Each line of the entries below that holds "targetOf" is needed, copied in full.

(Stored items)

━━━

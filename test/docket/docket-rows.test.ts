import { describe, expect, it } from 'vitest';
import { shownRows } from '../../src/docket/docket-rows.ts';
import { smallFoldPoints } from '../../src/docket/small-fold-path.ts';
import type { Command } from '../../src/session/commands.ts';
import * as history from '../../src/session/history.ts';
import type { TargetSummary } from '../../src/store/results-store.ts';
import { emptySession, stampFrom, targetOf } from '../session/session-arbitrary.ts';

const commands: Command[] = [
  { kind: 'add targets', targets: [targetOf(1), targetOf(2), targetOf(3)] },
  {
    kind: 'make case',
    targetId: 'target 1',
    caseId: 'c',
    origin: { kind: 'hand' },
    timing: { kind: 'linear', periodDays: 2.5, epochDays: 0, durationDays: 0.1 },
    numbers: { key: 'k', boxDepth: 0.01, boxDepthError: 0.001, signalToNoise: 30, sde: undefined, eventCount: 4 },
  },
  {
    kind: 'rule',
    targetId: 'target 1',
    caseId: 'c',
    ruling: { kind: 'stellar mimic', reasons: [], confidence: 'low', note: '' },
  },
];
const stamp = stampFrom();
const { present } = commands.reduce(
  (current, command) => history.commit(current, command, stamp),
  history.createHistory(emptySession()),
);
const summary = (periodDays: number, signalToNoise: number): TargetSummary => ({
  key: 'x',
  periodDays,
  signalToNoise,
  smallFold: [],
});
const summaries = new Map([
  ['target 1', summary(5, 8)],
  ['target 2', summary(14, 11)],
]);
const found = (filter: string) => shownRows(present, summaries, filter).map(({ target }) => target.label);

describe('rows of the docket', () => {
  it('let the first case speak before the search', () => {
    const [first, second, third] = shownRows(present, summaries, '');
    expect(first).toMatchObject({ periodDays: 2.5, signalToNoise: 30, standing: 'stellar mimic' });
    expect(second).toMatchObject({ periodDays: 14, signalToNoise: 11, standing: undefined });
    expect(third).toMatchObject({ periodDays: undefined, smallFold: undefined });
  });

  it.each([
    ['', ['T-1', 'T-2', 'T-3']],
    ['t-2', ['T-2']],
    ['unruled', ['T-2', 'T-3']],
    ['stellar mimic', ['T-1']],
    ['mimic', ['T-1']],
    ['S/N > 10', ['T-1', 'T-2']],
    ['S/N>10 unruled', ['T-2']],
    ['period < 3', ['T-1']],
    ['nothing like it', []],
  ])('are filtered by "%s"', (filter, labels) => expect(found(filter)).toEqual(labels));
});

describe('small fold', () => {
  it('leaves missing bins out and draws the deepest lowest', () => {
    const points = smallFoldPoints([0, Number.NaN, -0.01, 0], 40, 20);
    expect(points).toHaveLength(3);
    expect(points[1]!.y).toBeGreaterThan(points[0]!.y);
  });
});
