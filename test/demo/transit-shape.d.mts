export interface Orbit {
  readonly periodDays: number;
  readonly epochDays: number;
  readonly axis: number;
  readonly impact: number;
  readonly eccentricity?: number;
  readonly omegaDegrees?: number;
}
type Limb = readonly [number, number];
type FluxAt = (timeDays: number) => number;

export function occultedFlux(separation: number, radiusRatio: number, limb: Limb): number;
export function scaledAxis(densityCgs: number, periodDays: number): number;
export function createSeparation(orbit: Orbit): (timeDays: number) => { separation: number; companionInFront: boolean };
export function secondaryDelay(orbit: Orbit): number;
export function createTransit(orbit: Orbit, radiusRatio: number, limb: Limb): FluxAt;
export function createEclipses(
  orbit: Orbit,
  companion: { radiusRatio: number; surfaceRatio: number },
  limb: Limb,
): FluxAt;
export function contactDuration(orbit: Orbit, radiusRatio: number, middleDays: number): number;
export function smearOverExposure(flux: FluxAt, exposureDays: number, samples?: number): FluxAt;
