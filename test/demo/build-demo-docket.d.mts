/** Only what tests use of it; the JSDoc of the modules says the rest. */
export interface SignalTruth {
  readonly what: string;
  readonly periodDays?: number;
  readonly epochBjdMinus2459000: number;
  readonly durationHours: number;
  readonly depthPpm: number;
  readonly midDepthPpm: number;
  readonly eventsSeen: number;
  readonly timesBjdMinus2459000?: readonly number[];
}

export interface TargetTruth {
  readonly target: string;
  readonly file: string;
  readonly kind: string;
  readonly what: string;
  readonly cadenceMinutes: number;
  readonly noisePpm: number;
  readonly inStarsTable: boolean;
  readonly densityGcc?: number;
  readonly rotationDays?: number;
  readonly boxPeriodDays?: number;
  readonly signals: readonly SignalTruth[];
}

export interface MadeTarget {
  readonly target: {
    readonly id: string;
    readonly pair?: { readonly lightFraction?: number; readonly offsetPixels?: readonly [number, number] };
  };
  readonly series: {
    readonly time: Float64Array;
    readonly dips: Float64Array;
    readonly variability: Float64Array;
    readonly raw: Float64Array;
    readonly corrected: Float64Array;
    readonly error: Float64Array;
    readonly quality: Float64Array;
    readonly centroidX: Float64Array;
    readonly centroidY: Float64Array;
    readonly background: Float64Array;
    readonly level: number;
  };
}

export function buildDemoDocket(): {
  files: Map<string, Uint8Array>;
  made: MadeTarget[];
  truths: { readonly invented: boolean; readonly timeZeroJd: number; readonly targets: readonly TargetTruth[] };
};
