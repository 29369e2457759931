/** The light-curve files of the docket: FITS binary tables and delimited text, in the variety an analyst meets. */
import { FLAGS } from './demo-series.mjs';
import { exposureDaysOf } from './demo-signals.mjs';
import { writeFits } from './fits-writer.mjs';

/** @typedef {import('./demo-targets.mjs').DemoTarget} DemoTarget */
/** @typedef {import('./demo-series.mjs').DemoSeries} DemoSeries */
/** @typedef {import('./fits-writer.mjs').Card} Card */
/** @typedef {import('./fits-writer.mjs').Column} Column */

export const SURVEY = 'Sable Ridge';
/** Julian date of time 0 in the tables: BJD_TDB - 2459000. */
export const TIME_ZERO_JD = 2459000;
const SECONDS_PER_DAY = 86400;

/** @param {DemoTarget} target */
export const fileNameOf = ({ id, file }) => `${id}.${file.format}`;

/** @param {DemoTarget} target @param {DemoSeries} series @returns {Uint8Array} */
export function encodeLightCurve(target, series) {
  if (target.file.format === 'fits') return encodeFits(target, series);
  return new TextEncoder().encode(encodeText(target, series));
}

/** @param {DemoTarget} target @param {DemoSeries} series */
function encodeFits(target, series) {
  const { id } = target;
  return writeFits({
    primary: [
      { key: 'ORIGIN', value: `${SURVEY} (invented)`, comment: 'no such survey exists' },
      { key: 'OBJECT', value: id, comment: 'invented star' },
      { key: 'FILTER', value: 'Sable R', comment: 'invented passband' },
      { key: 'COMMENT', value: 'Invented data, made by a program to demonstrate with. Nothing in this' },
      { key: 'COMMENT', value: 'file was observed.' },
    ],
    tables: [{ name: 'LIGHTCURVE', cards: fitsCards(target, series), columns: fitsColumns(target, series) }],
  });
}

/** @param {DemoTarget} target @param {DemoSeries} series @returns {Card[]} */
function fitsCards(target, series) {
  const { id, file } = target;
  const exposure = exposureDaysOf(target);
  const unitDays = file.reference === 'seconds' ? 1 / SECONDS_PER_DAY : 1;
  const first = Number(series.time[0]) - exposure / 2;
  const last = Number(series.time.at(-1)) + exposure / 2;
  return [
    { key: 'OBJECT', value: id, comment: 'invented star' },
    { key: 'FILTER', value: 'Sable R', comment: 'invented passband' },
    ...referenceCards(file.reference ?? 'split'),
    { key: 'TIMESYS', value: 'TDB', comment: 'time scale' },
    { key: 'TIMEUNIT', value: unitDays === 1 ? 'd' : 's', comment: 'unit of TIME and of time keywords' },
    { key: 'TREFPOS', value: 'BARYCENTER', comment: 'times are those of the barycentre' },
    { key: 'TIMEPIXR', value: 0.5, comment: 'stamps are middles of exposures' },
    { key: 'TIMEDEL', value: exposure / unitDays, comment: 'spacing of the stamps', real: true },
    file.exposureInDays
      ? { key: 'XPOSURE', value: exposure, comment: '[d] exposure of one point', real: true }
      : { key: 'EXPOSURE', value: Math.round(exposure * SECONDS_PER_DAY), comment: '[s] exposure of one point' },
    { key: 'TSTART', value: round(first / unitDays, 6), comment: 'start of the first exposure', real: true },
    { key: 'TSTOP', value: round(last / unitDays, 6), comment: 'end of the last exposure', real: true },
    { key: 'COMMENT', value: 'QUALITY bits: 1 particle hit, 2 wheels slowed, 4 stray light,' },
    { key: 'COMMENT', value: '8 no measurement. 0 is good.' },
    { key: 'COMMENT', value: 'Invented data: nothing in this file was observed.' },
  ];
}

/** The same zero of time, JD 2459000.0, said in several lawful ways. @param {NonNullable<DemoTarget['file']['reference']>} reference @returns {Card[]} */
function referenceCards(reference) {
  if (reference === 'whole') return [{ key: 'JDREF', value: TIME_ZERO_JD, comment: '[d] zero of time', real: true }];
  const julian = reference !== 'mjd';
  const name = julian ? 'JDREF' : 'MJDREF';
  return [
    { key: `${name}I`, value: julian ? TIME_ZERO_JD : 58999, comment: '[d] zero of time, whole days' },
    { key: `${name}F`, value: julian ? 0 : 0.5, comment: '[d] zero of time, fraction', real: true },
  ];
}

/** @param {DemoTarget} target @param {DemoSeries} series @returns {Column[]} */
function fitsColumns(target, series) {
  const { file } = target;
  const { level, quality, centroidX, centroidY, background } = series;
  const perSecond = { unit: 'electron/s' };
  const flux = file.scaled
    ? { format: /** @type {const} */ ('J'), scale: 0.001, zero: level, nullValue: -2147483648 }
    : { format: /** @type {const} */ ('E') };
  /** @param {Float64Array} values @returns {Partial<Column> & { format: 'I' | 'E' }} */
  const pixel = (values) =>
    file.scaled
      ? { format: 'I', scale: 0.00002, zero: Math.round(firstFinite(values)), nullValue: -32768, unit: 'pixel' }
      : { format: 'E', unit: 'pixel' };
  return [
    timeColumn(target, series),
    { name: 'FLUX_RAW', values: series.raw, ...flux, ...perSecond, comment: 'before correction' },
    ...correctedColumns(target, series, flux),
    { name: 'QUALITY', values: quality, format: file.quality ?? 'J', comment: 'bit flags' },
    { name: 'CENTROID_X', values: centroidX, ...pixel(centroidX) },
    { name: 'CENTROID_Y', values: centroidY, ...pixel(centroidY) },
    { name: 'BACKGROUND', values: background, format: 'E', ...perSecond },
  ];
}

/** @param {DemoTarget} target @param {DemoSeries} series @returns {Column} */
function timeColumn({ file }, { time, quality }) {
  const inSeconds = file.reference === 'seconds';
  const values = time.map((t, i) => {
    const lost = file.missingTimes && Number(quality[i]) & FLAGS.missing && i % 3 === 0;
    return lost ? Number.NaN : inSeconds ? t * SECONDS_PER_DAY : t;
  });
  return { name: 'TIME', format: 'D', unit: inSeconds ? 's' : 'd', values, comment: 'BJD_TDB - 2459000' };
}

/**
 * @param {DemoTarget} target @param {DemoSeries} series @param {Pick<Column, 'format'> & Partial<Column>} flux
 * @returns {Column[]}
 */
function correctedColumns({ file }, { corrected, error, level }, flux) {
  const unit = 'electron/s';
  if (!file.relative) {
    return [
      { name: 'FLUX_CORR', values: corrected, ...flux, unit, comment: 'drift of the instrument removed' },
      { name: 'FLUX_ERR', values: error, format: 'E', unit, comment: 'one sigma, of either flux' },
    ];
  }
  const ofLevel = (/** @type {number} */ value) => value / level;
  return [
    { name: 'FLUX_CORR', values: corrected.map(ofLevel), format: 'E', comment: 'relative, drift removed' },
    { name: 'FLUX_RAW_ERR', values: error, format: 'E', unit, comment: 'one sigma' },
    { name: 'FLUX_CORR_ERR', values: error.map(ofLevel), format: 'E', comment: 'one sigma, relative' },
  ];
}

/** @param {Float64Array} values */
const firstFinite = (values) => values.find((value) => Number.isFinite(value)) ?? 0;

/** @param {DemoTarget} target @param {DemoSeries} series */
function encodeText(target, series) {
  const layout = target.file.layout ?? 'plain';
  const { columns, separator, comments, flagged } = TEXT_LAYOUTS[layout];
  const head = [`# survey = ${SURVEY} (invented)`, ...comments(target)];
  const rows = [];
  for (let i = 0; i < series.time.length; i += 1) {
    // A file without flags holds only the good points.
    if (!flagged && series.quality[i] !== 0) continue;
    rows.push(
      Object.values(columns)
        .map((cell) => cell(series, i))
        .join(separator),
    );
  }
  return `${[...head, Object.keys(columns).join(separator), ...rows].join('\n')}\n`;
}

/** @typedef {(series: DemoSeries, row: number) => string} Cell */
/** @typedef {{ columns: Record<string, Cell>, separator: string, flagged: boolean, comments: (target: DemoTarget) => string[] }} TextLayout */

/** @param {number} digits @param {(series: DemoSeries, row: number) => number} value @param {string} [missing] @returns {Cell} */
const number =
  (digits, value, missing = '') =>
  (series, row) => {
    const x = value(series, row);
    return Number.isNaN(x) ? missing : x.toFixed(digits);
  };

const bjd = number(6, ({ time }, i) => TIME_ZERO_JD + Number(time[i]));
const relative = (/** @type {string} */ missing) =>
  number(6, ({ corrected, level }, i) => Number(corrected[i]) / level, missing);
const relativeError = (/** @type {string} */ missing) =>
  number(6, ({ error, level }, i) => Number(error[i]) / level, missing);
/** @type {Cell} */
const flag = ({ quality }, i) => String(quality[i]);
const magnitude = number(5, ({ corrected }, i) => 16.5 - 2.5 * Math.log10(Number(corrected[i]) / 1000));
const magnitudeError = number(
  5,
  ({ corrected, error }, i) => (2.5 / Math.LN10) * (Number(error[i]) / Number(corrected[i])),
);

/** @param {DemoTarget} target */
const usualComments = (target) => [
  `# object = ${target.id}`,
  '# filter = Sable R',
  '# time = BJD_TDB, middle of exposure, days',
  `# exposure_s = ${target.cadenceMinutes * 60}`,
  '# flag bits = 1 particle hit, 2 wheels slowed, 4 stray light, 8 no measurement; 0 is good',
];

/** @type {Record<NonNullable<DemoTarget['file']['layout']>, TextLayout>} */
const TEXT_LAYOUTS = {
  plain: {
    columns: { bjd_tdb: bjd, flux: relative(''), flux_err: relativeError(''), flag },
    separator: ',',
    flagged: true,
    comments: usualComments,
  },
  offset: {
    columns: {
      time: number(6, ({ time }, i) => Number(time[i])),
      flux: relative('nan'),
      flux_err: relativeError('nan'),
      quality: flag,
      background: number(2, ({ background }, i) => Number(background[i])),
    },
    separator: ',',
    flagged: true,
    comments: (target) => usualComments(target).map((line) => line.replace('BJD_TDB,', 'BJD_TDB - 2459000,')),
  },
  semicolon: {
    columns: { bjd_tdb: bjd, flux: relative(''), flux_err: relativeError(''), flag },
    separator: ';',
    flagged: true,
    comments: usualComments,
  },
  magnitude: {
    columns: { bjd_tdb: bjd, mag: magnitude, mag_err: magnitudeError },
    separator: ',',
    flagged: false,
    comments: (target) => [...usualComments(target).slice(0, 4), '# flux = magnitude, flagged points left out'],
  },
  ppm: {
    columns: {
      bjd_tdb: bjd,
      flux_ppm: number(1, ({ corrected, level }, i) => 1e6 * (Number(corrected[i]) / level - 1)),
      flux_err_ppm: number(1, ({ error, level }, i) => (1e6 * Number(error[i])) / level),
      flag,
    },
    separator: ',',
    flagged: true,
    comments: (target) => [...usualComments(target), '# flux = parts per million about the mean level'],
  },
  bare: {
    columns: { bjd_tdb: bjd, flux: relative(''), flux_err: relativeError('') },
    separator: ',',
    flagged: false,
    comments: (target) => [`# object = ${target.id}`],
  },
};

/** @param {number} value @param {number} digits */
export const round = (value, digits) => Number(value.toFixed(digits));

━━━

> RESPONSE TO THIS TASK
import { emptySession, stampFrom, targetOf } from '../session/session-arbitrary.ts';
  { kind: 'add targets', targets: [targetOf(1), targetOf(2), targetOf(3)] },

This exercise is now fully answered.